Q1: Which AI assistant is best for real-time team collaboration?

GPT-4 Turbo (ChatGPT) scored the highest overall at 87.3/100 in the LMSYS Org February 2025 multi-user benchmark, with the best context retention (92.1%) and conflict resolution (88%). For teams prioritizing speed, Gemini 1.5 Pro offers the lowest latency at 0.8 seconds time to first token. For open-weight flexibility, DeepSeek-V3 scored 79.4/100 and scales best under 10+ concurrent users with only 30% degradation.

Q2: Can I use these AI assistants simultaneously with voice commands in a meeting?

Yes, but only Gemini 1.5 Pro and GPT-4 Turbo achieve speaker diarization accuracy above 80% (86.4% and 83.7% respectively) in the LMSYS multi-user voice test. Claude 3 Opus scored 79.2%, which means it may confuse speakers about 1 in 5 utterances. DeepSeek-V3, Grok 2.0, and Qwen 2.5-72B all scored below 75% and are not recommended for voice-based multi-user collaboration.

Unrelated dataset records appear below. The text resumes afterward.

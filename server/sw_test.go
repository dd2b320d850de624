package server

import (
	"encoding/json"
	"regexp"
	"strings"
	"testing"
	"testing/fstest"
)

func TestWorker_LaysInEveryFileTheClientAsksForAndNoOther(t *testing.T) {
	s, err := New(nil, Options{})
	if err != nil {
		t.Fatal(err)
	}
	rec := get200(t, s.Handler(), "/sw.js")
	if got := rec.Header().Get("Cache-Control"); got != "no-cache" {
		t.Errorf("got Cache-Control %q, want no-cache: a kept worker would keep a phone on an old version", got)
	}
	if got := rec.Header().Get("Content-Type"); !strings.HasPrefix(got, "text/javascript") {
		t.Errorf("got type %q, want text/javascript", got)
	}
	m := regexp.MustCompile(`^const BUILD = (.*);\n`).FindStringSubmatch(rec.Body.String())
	if m == nil {
		t.Fatal("the script does not begin with its build")
	}
	var build workerBuild
	if err := json.Unmarshal([]byte(m[1]), &build); err != nil {
		t.Fatal(err)
	}
	laidIn, packed := map[string]bool{}, 0
	for _, f := range build.Files {
		laidIn[f[0]] = true
		file := s.assets.files[f[0]]
		if file.packed != nil {
			packed += len(file.packed)
		} else {
			packed += len(file.plain)
		}
	}
	shell := get200(t, s.Handler(), "/field").Body.String()
	for _, asked := range regexp.MustCompile(`/assets/[0-9a-f]{16}/([^"]+)"`).FindAllStringSubmatch(shell, -1) {
		if !laidIn[asked[1]] {
			t.Errorf("the page asks for %s, which is not laid in", asked[1])
		}
	}
	for _, name := range []string{"field.mjs", "vendor/idb.mjs", "words/en.json", "icons/mark-192.png"} {
		if !laidIn[name] {
			t.Errorf("%s is not laid in", name)
		}
	}
	if laidIn["style.css"] {
		t.Error("style.css of the office pages is laid in on phones")
	}
	t.Logf("%d files, %d bytes packed", len(build.Files), packed)
}

func TestWorker_ItsBytesChangeWithAnyFile(t *testing.T) {
	s, err := New(nil, Options{})
	if err != nil {
		t.Fatal(err)
	}
	one, err := s.worker([]byte("page"))
	if err != nil {
		t.Fatal(err)
	}
	same, _ := s.worker([]byte("page"))
	other, _ := s.worker([]byte("page of another build"))
	if one != same || one == other {
		t.Error("the worker must be the same for the same build and another for another page")
	}
}

func TestAssets_WhatFilesAskForIsFollowedToTheEnd(t *testing.T) {
	a, err := readAssets(fstest.MapFS{
		"a.mjs":         {Data: []byte(`import { b } from "./in/b.mjs"; const later = () => import("./c.mjs");`)},
		"in/b.mjs":      {Data: []byte(`export * from "../d.mjs"; new URL("./e.json", import.meta.url);`)},
		"c.mjs":         {Data: []byte(``)},
		"d.mjs":         {Data: []byte(`import "./a.mjs";`)},
		"in/e.json":     {Data: []byte(`{}`)},
		"unasked.mjs":   {Data: []byte(``)},
		"f.webmanifest": {Data: []byte(`{"icons": [{ "src": "./g.svg" }]}`)},
		"g.svg":         {Data: []byte(`<svg/>`)},
	})
	if err != nil {
		t.Fatal(err)
	}
	got, err := a.needed("a.mjs", "f.webmanifest")
	if want := "a.mjs c.mjs d.mjs f.webmanifest g.svg in/b.mjs in/e.json"; err != nil || strings.Join(got, " ") != want {
		t.Errorf("got %v %v, want %s", got, err, want)
	}
	if _, err := a.needed("no.mjs"); err == nil {
		t.Error("a file that is not there passed")
	}
}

Q3: How do these models handle code editing conflicts when multiple developers work in the same chat?

GPT-4 Turbo resolved 89% of code conflicts without breaking dependencies, the highest among the six. Claude 3 Opus resolved 86%. DeepSeek-V3 resolved 78%. For teams working in Python, all models perform well, but for Rust or JavaScript, GPT-4 Turbo and Claude 3 Opus maintain merge accuracy above 90%, while DeepSeek-V3 drops to 76% on Rust.

References

  • LMSYS Org. (2025). Chatbot Arena Multi-User Collaboration Benchmark, February 2025 Update.
  • OpenAI. (2025). GPT-4 Turbo System Card: Multi-User Context Retention Metrics.
  • Anthropic. (2025). Claude 3 Opus Technical Report: Concurrent Prompt Handling.
  • Google DeepMind. (2025). Gemini 1.5 Pro: Latency and Speaker Diarization Evaluation.
  • DeepSeek. (2025). DeepSeek-V3: Scaling Performance Under Multi-User Load.